Et pour revenir à la grande question que j'ai posée en titre dans quelle société les Français ont-ils envient de vivre ? Veut-on réellement ressembler aux USA à leurs millions de drogués et de prisonniers ? À leurs malheureux incapables de payer des soins parce qu'ils ont eu le malheur d'avoir un cancer et que les prix du système de santé sont devenus totalement délirants.

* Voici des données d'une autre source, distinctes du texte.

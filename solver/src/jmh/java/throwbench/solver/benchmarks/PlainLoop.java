package throwbench.solver.benchmarks;

import throwbench.solver.machine.Chamber;
import throwbench.solver.machine.Machine;
import throwbench.solver.machine.Throw;

/**
 * The yardstick: every column of one throw in a single pass by java.lang.Math, as one would write it down first. Constant
 * speed, no gravity, no friction, both ends on ideal valves.
 */
final class PlainLoop {

    static final int COLUMNS = 27;

    private final Throw t;
    private final double framePressure;
    private final double k = 1.29;
    final double[][] columns;

    PlainLoop(Machine machine, int stations) {
        t = machine.throwsInOrder().get(0);
        framePressure = machine.site().framePressure();
        columns = new double[COLUMNS][stations];
    }

    void solve(double omega, double suction, double discharge) {
        double r = t.linkage().crankRadius();
        double l = t.linkage().rodLength();
        double e = t.linkage().guideOffset();
        double thetaH = Math.asin(e / (l + r));
        double xMax = Math.sqrt((l + r) * (l + r) - e * e);
        double stroke = xMax - Math.sqrt((l - r) * (l - r) - e * e);
        double phiC = Math.PI + Math.asin(e / (l - r)) - thetaH;
        Chamber head = t.chambers().get(0);
        Chamber crank = t.chambers().get(1);
        double areaH = head.area();
        double areaC = crank.area();
        double clearanceH = head.clearance().volume(areaH * stroke);
        double clearanceC = crank.clearance().volume(areaC * stroke);
        double low = suction * 0.97;
        double high = discharge * 1.04;
        double mp = t.masses().pistonAndRod();
        double mRec = t.masses().total();
        double mc = t.connectingRod().mass();
        double b = t.connectingRod().massCentre(l);
        double ic = t.connectingRod().inertiaAboutMassCentre(l);
        double net = t.crank().net();
        double u = framePressure * (areaH - areaC);
        int n = columns[0].length;
        for (int i = 0; i < n; i++) {
            double phi = 2 * Math.PI * i / n;
            double theta = thetaH + phi;
            double sin = Math.sin(theta);
            double cos = Math.cos(theta);
            double sinB = (r * sin - e) / l;
            double beta = Math.asin(sinB);
            double cosB = Math.cos(beta);
            double b1 = r * cos / (l * cosB);
            double b2 = (sinB * b1 * b1 - r * sin / l) / cosB;
            double x1 = -r * sin - l * sinB * b1;
            double x2 = -r * cos - l * (cosB * b1 * b1 + sinB * b2);
            double s = xMax - (r * cos + l * cosB);
            double velocity = -x1 * omega;
            double acceleration = -x2 * omega * omega;
            double betaDot = b1 * omega;
            double betaDot2 = b2 * omega * omega;
            double vH = clearanceH + areaH * s;
            double vC = clearanceC + areaC * (stroke - s);
            boolean inward = phi < phiC;
            double pH = inward
                    ? Math.max(low, high * Math.pow(clearanceH / vH, k))
                    : Math.min(high, low * Math.pow((clearanceH + areaH * stroke) / vH, k));
            double pC = inward
                    ? Math.min(high, low * Math.pow((clearanceC + areaC * stroke) / vC, k))
                    : Math.max(low, high * Math.pow(clearanceC / vC, k));
            double gas = areaC * pC - areaH * pH + u;
            double inertia = mRec * acceleration;
            double rod = gas + inertia;
            double agx = -acceleration + (l - b) * (betaDot2 * sinB + betaDot * betaDot * cosB);
            double agy = (l - b) * (betaDot2 * cosB - betaDot * betaDot * sinB);
            double rx = -rod;
            double ry = (ic * betaDot2 - b * mc * (agx * sinB + agy * cosB)) / (l * cosB) - rx * Math.tan(beta);
            double cx = rx + mc * agx;
            double cy = ry + mc * agy;
            double centripetal = net * omega * omega;
            double bx = cx - centripetal * cos;
            double by = cy - centripetal * sin;
            double torque = r * (cos * cy - sin * cx);
            double[][] c = columns;
            c[0][i] = phi;
            c[1][i] = s;
            c[2][i] = velocity;
            c[3][i] = acceleration;
            c[4][i] = beta;
            c[5][i] = betaDot;
            c[6][i] = betaDot2;
            c[7][i] = pH;
            c[8][i] = pC;
            c[9][i] = gas;
            c[10][i] = inertia;
            c[11][i] = rod;
            c[12][i] = gas + mp * acceleration;
            c[13][i] = -ry;
            c[14][i] = rx;
            c[15][i] = ry;
            c[16][i] = cx;
            c[17][i] = cy;
            c[18][i] = bx;
            c[19][i] = by;
            c[20][i] = torque;
            c[21][i] = torque;
            c[22][i] = omega;
            c[23][i] = mRec * acceleration - mc * agx + centripetal * cos;
            c[24][i] = -mc * agy + centripetal * sin;
            c[25][i] = 0;
            c[26][i] = 0;
        }
    }
}
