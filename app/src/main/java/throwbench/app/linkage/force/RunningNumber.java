package throwbench.app.linkage.force;

import org.jspecify.annotations.Nullable;
import throwbench.app.drawing.Readout;

/** The text of a running number; a value whose digits were shown lately costs no new string. */
public final class RunningNumber {

    private static final int KEPT = 512;

    private final Readout readout;
    private final double power;
    private final long[] keys = new long[KEPT];
    private final @Nullable String[] texts = new @Nullable String[KEPT];

    public RunningNumber(Readout readout) {
        this.readout = readout;
        this.power = Math.pow(10, readout.decimals());
    }

    /** The number alone, of an SI value. */
    public String of(double si) {
        long key = Math.round(readout.inUnit(si) * power);
        int slot = Math.floorMod(key, KEPT);
        String kept = texts[slot];
        if (kept != null && keys[slot] == key) {
            return kept;
        }
        String text = readout.number(si);
        keys[slot] = key;
        texts[slot] = text;
        return text;
    }

    public String unit() {
        return readout.unit();
    }

    public Readout readout() {
        return readout;
    }
}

Le français a-t-il envie de vivre comme un chinois ou un coréen à passer sa vie à trimer sans arrêt pour produire toujours plus des objets qu'il n'aurait même pas vraiment le temps d'utiliser ? Plus qu'aucun autre pays en Europe, nous savons qu'il faut travailler pour vivre et non l'inverse. Le mal-être français tient à cette conviction que chaque jour nos dominants nourris aux idéologies issues du monde protestant essaient de nous imposer un mode de vie dont nous ne voulons pas au fond. Il ne s'agit pas ici de faire l'éloge de la paresse comme certains idiots à gauche, mais plutôt de faire l'économie de notre temps. De relier le lien entre l'action individuelle et collective. Le temps ce n'est pas de l'argent, le temps c'est de la vie. La vie humaine est trop courte pour être passée uniquement à produire et consommer. Il faut cultiver les amitiés, les amours, et les pensées. Et pour cela il faut du temps. C'est de cela que les pauvres coréens manquent et c'est de ça que nous manquerons de plus en plus si nous nous enfermons avec obstination à vouloir être toujours le plus riche possible et le plus rentable possible.

 

Et pour rendre à nouveau possible une société apaisée où les gens ne consacreraient plus tout leur temps à produire et consommer, il nous faut des frontières. Car une société équilibrée ne pourra jamais concurrencer une société dévorée par l'hybris de la rentabilité à court terme. Nous ne gagnerons jamais contre la Chine, l'Inde ou les USA . Il nous faut protéger nos frontières non seulement pour rendre possible à nouveau le travail de production en France, mais aussi pour rendre à nouveau la société technicienne décente. En France nous ne désirons pas être les plus efficaces ou les plus productifs, nous ne voulons simplement pas abandonner nos civilités, notre sens de la vie sociale pour un mirage d'enrichissement à court terme. Je crois que c'est avant tout cela au fond que cherchent aujourd'hui les Français, concilier à nouveau la vie moderne et technique avec leur art de vivre traditionnel. Et cette recherche d'une nouvelle harmonie se heurte violemment à l'hybris de nos dirigeants et aux contraintes du globalisme et de l'UE.